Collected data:
++++++++++
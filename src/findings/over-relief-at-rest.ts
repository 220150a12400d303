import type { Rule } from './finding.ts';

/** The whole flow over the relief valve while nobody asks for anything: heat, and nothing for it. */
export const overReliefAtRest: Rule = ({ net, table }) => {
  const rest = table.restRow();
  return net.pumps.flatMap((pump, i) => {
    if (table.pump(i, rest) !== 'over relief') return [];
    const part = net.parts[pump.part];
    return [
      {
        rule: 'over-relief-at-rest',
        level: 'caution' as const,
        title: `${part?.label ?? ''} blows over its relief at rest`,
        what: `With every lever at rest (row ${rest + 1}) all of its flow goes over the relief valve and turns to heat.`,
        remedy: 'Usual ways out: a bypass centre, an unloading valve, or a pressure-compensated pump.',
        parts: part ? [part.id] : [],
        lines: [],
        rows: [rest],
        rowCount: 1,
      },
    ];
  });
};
++++++++++
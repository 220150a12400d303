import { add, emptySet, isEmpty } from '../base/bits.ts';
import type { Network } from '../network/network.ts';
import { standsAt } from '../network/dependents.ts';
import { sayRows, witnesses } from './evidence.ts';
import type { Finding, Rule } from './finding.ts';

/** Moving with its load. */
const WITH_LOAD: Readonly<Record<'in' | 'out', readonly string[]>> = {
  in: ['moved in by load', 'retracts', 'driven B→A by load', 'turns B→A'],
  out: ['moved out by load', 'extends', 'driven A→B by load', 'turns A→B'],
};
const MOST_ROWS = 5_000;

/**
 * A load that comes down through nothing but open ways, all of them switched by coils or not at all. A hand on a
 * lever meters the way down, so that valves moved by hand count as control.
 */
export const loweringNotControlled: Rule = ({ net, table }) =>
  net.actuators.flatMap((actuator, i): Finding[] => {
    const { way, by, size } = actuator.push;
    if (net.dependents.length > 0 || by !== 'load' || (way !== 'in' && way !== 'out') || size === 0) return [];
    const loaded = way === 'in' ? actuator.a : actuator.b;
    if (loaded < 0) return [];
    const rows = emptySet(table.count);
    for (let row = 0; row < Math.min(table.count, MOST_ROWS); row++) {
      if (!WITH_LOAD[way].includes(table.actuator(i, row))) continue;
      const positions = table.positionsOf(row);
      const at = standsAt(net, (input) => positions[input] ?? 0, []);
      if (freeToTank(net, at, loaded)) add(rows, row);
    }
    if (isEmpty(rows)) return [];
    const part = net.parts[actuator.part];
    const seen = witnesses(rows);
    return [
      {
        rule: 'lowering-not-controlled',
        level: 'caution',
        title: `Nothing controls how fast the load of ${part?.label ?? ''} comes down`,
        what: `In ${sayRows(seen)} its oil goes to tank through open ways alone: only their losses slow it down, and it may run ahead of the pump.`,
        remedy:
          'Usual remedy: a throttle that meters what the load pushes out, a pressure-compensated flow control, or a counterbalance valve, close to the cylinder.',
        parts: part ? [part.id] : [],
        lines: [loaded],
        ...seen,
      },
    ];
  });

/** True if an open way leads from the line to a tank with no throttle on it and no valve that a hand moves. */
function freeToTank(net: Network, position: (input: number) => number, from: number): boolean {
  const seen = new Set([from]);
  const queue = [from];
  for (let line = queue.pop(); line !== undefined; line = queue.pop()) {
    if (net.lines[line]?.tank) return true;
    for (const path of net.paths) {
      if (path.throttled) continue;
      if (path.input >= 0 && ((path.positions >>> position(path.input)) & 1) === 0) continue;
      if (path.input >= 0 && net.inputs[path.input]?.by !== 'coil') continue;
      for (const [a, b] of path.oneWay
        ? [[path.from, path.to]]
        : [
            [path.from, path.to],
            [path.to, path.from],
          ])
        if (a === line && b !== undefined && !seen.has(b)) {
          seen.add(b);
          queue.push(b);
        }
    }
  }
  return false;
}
++++++++++
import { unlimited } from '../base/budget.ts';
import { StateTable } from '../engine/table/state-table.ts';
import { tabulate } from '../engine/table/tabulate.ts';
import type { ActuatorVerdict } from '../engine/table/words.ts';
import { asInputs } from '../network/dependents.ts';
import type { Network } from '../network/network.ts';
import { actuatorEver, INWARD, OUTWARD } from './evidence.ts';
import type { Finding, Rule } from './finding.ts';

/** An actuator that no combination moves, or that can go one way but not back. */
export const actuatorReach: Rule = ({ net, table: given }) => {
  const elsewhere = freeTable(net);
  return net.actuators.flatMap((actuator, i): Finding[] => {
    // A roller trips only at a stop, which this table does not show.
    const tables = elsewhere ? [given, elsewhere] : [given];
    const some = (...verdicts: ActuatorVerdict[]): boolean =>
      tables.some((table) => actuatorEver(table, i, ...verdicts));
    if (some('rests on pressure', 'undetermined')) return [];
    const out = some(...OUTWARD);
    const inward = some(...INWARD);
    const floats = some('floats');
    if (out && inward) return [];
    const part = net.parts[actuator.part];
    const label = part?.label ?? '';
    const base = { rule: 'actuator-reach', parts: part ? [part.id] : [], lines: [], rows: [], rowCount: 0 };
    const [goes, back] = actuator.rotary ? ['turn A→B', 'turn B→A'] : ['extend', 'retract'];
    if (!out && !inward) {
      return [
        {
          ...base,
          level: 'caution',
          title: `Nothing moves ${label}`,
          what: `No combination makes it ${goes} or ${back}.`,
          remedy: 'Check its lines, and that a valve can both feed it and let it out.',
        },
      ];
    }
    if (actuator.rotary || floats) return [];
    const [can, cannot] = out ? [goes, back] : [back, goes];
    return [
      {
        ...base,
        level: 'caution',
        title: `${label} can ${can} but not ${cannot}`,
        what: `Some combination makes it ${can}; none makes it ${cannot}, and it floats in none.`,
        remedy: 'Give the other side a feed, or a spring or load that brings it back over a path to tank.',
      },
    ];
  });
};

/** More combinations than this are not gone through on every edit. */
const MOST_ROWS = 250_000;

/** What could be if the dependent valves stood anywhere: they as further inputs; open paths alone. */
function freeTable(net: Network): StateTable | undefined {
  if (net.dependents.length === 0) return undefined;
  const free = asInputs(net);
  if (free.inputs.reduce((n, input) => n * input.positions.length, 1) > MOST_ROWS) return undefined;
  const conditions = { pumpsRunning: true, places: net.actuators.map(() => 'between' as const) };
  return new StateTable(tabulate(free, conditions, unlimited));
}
++++++++++
» WHAT IS EXPECTED: Among the entries above, copy exactly only the lines starting with the one containing "out: ['moved out" and going through the one containing "controls how fast", both ends included.

» SOLUTION TO THIS EXERCISE:
  out: ['moved out by load', 'extends', 'driven A→B by load', 'turns A→B'],
};
const MOST_ROWS = 5_000;

/**
 * A load that comes down through nothing but open ways, all of them switched by coils or not at all. A hand on a
 * lever meters the way down, so that valves moved by hand count as control.
 */
export const loweringNotControlled: Rule = ({ net, table }) =>
  net.actuators.flatMap((actuator, i): Finding[] => {
    const { way, by, size } = actuator.push;
    if (net.dependents.length > 0 || by !== 'load' || (way !== 'in' && way !== 'out') || size === 0) return [];
    const loaded = way === 'in' ? actuator.a : actuator.b;
    if (loaded < 0) return [];
    const rows = emptySet(table.count);
    for (let row = 0; row < Math.min(table.count, MOST_ROWS); row++) {
      if (!WITH_LOAD[way].includes(table.actuator(i, row))) continue;
      const positions = table.positionsOf(row);
      const at = standsAt(net, (input) => positions[input] ?? 0, []);
      if (freeToTank(net, at, loaded)) add(rows, row);
    }
    if (isEmpty(rows)) return [];
    const part = net.parts[actuator.part];
    const seen = witnesses(rows);
    return [
      {
        rule: 'lowering-not-controlled',
        level: 'caution',
        title: `Nothing controls how fast the load of ${part?.label ?? ''} comes down`,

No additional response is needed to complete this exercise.